■ **Task statement**
Only a number is wanted: how many lines in the records below contain "import"?

Extracted records
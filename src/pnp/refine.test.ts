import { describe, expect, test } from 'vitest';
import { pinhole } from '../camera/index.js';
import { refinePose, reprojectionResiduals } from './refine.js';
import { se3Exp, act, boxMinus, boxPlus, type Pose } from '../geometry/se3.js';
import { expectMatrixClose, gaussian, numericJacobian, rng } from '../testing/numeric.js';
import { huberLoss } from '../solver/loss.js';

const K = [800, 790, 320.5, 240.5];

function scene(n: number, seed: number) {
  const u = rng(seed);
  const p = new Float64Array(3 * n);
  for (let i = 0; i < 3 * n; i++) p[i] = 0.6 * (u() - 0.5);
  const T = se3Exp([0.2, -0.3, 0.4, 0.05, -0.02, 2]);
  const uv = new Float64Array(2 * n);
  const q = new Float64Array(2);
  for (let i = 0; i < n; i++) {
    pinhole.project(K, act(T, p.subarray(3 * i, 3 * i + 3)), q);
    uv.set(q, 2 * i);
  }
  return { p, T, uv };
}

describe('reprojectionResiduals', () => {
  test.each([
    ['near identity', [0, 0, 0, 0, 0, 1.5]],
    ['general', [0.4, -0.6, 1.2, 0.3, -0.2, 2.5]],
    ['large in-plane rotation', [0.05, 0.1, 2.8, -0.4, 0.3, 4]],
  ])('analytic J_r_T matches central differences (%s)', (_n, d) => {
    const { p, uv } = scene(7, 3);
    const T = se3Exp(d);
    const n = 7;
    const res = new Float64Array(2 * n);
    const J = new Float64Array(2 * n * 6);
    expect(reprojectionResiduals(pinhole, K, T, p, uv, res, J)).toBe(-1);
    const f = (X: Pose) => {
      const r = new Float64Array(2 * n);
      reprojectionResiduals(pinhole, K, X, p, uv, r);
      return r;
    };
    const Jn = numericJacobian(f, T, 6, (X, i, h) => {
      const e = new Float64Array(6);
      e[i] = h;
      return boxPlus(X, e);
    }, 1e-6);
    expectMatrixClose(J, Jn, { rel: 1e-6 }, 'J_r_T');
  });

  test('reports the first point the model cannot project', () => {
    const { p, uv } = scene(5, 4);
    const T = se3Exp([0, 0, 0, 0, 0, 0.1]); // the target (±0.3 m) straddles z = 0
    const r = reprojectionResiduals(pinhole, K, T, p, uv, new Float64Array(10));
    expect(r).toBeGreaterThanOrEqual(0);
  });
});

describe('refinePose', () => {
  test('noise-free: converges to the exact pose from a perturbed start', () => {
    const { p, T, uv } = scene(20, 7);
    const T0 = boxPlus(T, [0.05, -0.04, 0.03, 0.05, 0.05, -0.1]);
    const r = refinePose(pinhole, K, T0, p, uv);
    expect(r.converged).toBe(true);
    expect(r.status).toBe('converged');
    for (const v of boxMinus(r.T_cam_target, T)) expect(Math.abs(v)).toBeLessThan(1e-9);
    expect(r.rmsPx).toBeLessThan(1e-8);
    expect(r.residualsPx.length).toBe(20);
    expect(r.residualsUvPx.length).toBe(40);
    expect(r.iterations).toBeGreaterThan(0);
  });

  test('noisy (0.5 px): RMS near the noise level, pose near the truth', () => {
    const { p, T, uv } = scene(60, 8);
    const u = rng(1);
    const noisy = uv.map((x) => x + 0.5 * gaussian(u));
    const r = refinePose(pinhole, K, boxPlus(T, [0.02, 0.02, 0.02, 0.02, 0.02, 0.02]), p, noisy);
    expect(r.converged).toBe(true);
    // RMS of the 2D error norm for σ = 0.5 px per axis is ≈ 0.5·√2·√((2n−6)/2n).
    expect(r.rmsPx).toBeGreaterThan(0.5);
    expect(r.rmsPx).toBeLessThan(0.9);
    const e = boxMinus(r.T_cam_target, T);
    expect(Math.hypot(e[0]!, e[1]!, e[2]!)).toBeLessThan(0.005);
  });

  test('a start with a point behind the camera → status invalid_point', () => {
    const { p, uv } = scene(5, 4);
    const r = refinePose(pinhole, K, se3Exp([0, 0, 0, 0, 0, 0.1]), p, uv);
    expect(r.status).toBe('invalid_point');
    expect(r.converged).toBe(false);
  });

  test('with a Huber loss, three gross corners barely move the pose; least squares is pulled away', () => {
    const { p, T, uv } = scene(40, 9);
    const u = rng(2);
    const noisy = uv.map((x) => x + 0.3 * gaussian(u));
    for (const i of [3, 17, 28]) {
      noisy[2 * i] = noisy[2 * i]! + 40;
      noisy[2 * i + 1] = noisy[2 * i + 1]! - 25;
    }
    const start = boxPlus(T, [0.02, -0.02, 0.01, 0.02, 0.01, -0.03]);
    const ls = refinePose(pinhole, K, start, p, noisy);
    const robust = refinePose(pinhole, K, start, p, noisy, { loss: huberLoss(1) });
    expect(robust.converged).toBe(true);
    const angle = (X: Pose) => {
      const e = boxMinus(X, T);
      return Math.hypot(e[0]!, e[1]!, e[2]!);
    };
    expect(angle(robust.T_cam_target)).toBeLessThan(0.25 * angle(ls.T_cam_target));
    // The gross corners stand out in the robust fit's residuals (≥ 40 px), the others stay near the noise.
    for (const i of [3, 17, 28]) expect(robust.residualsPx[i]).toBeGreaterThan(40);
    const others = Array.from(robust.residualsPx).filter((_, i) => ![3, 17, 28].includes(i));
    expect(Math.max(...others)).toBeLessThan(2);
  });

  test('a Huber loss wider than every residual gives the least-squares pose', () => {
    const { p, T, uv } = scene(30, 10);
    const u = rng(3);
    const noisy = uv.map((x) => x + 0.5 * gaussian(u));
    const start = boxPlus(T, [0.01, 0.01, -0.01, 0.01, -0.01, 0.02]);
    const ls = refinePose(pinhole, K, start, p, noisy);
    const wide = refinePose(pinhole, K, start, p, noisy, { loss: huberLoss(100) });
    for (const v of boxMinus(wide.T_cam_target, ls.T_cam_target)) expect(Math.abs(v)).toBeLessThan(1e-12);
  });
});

■ **The completed task**
6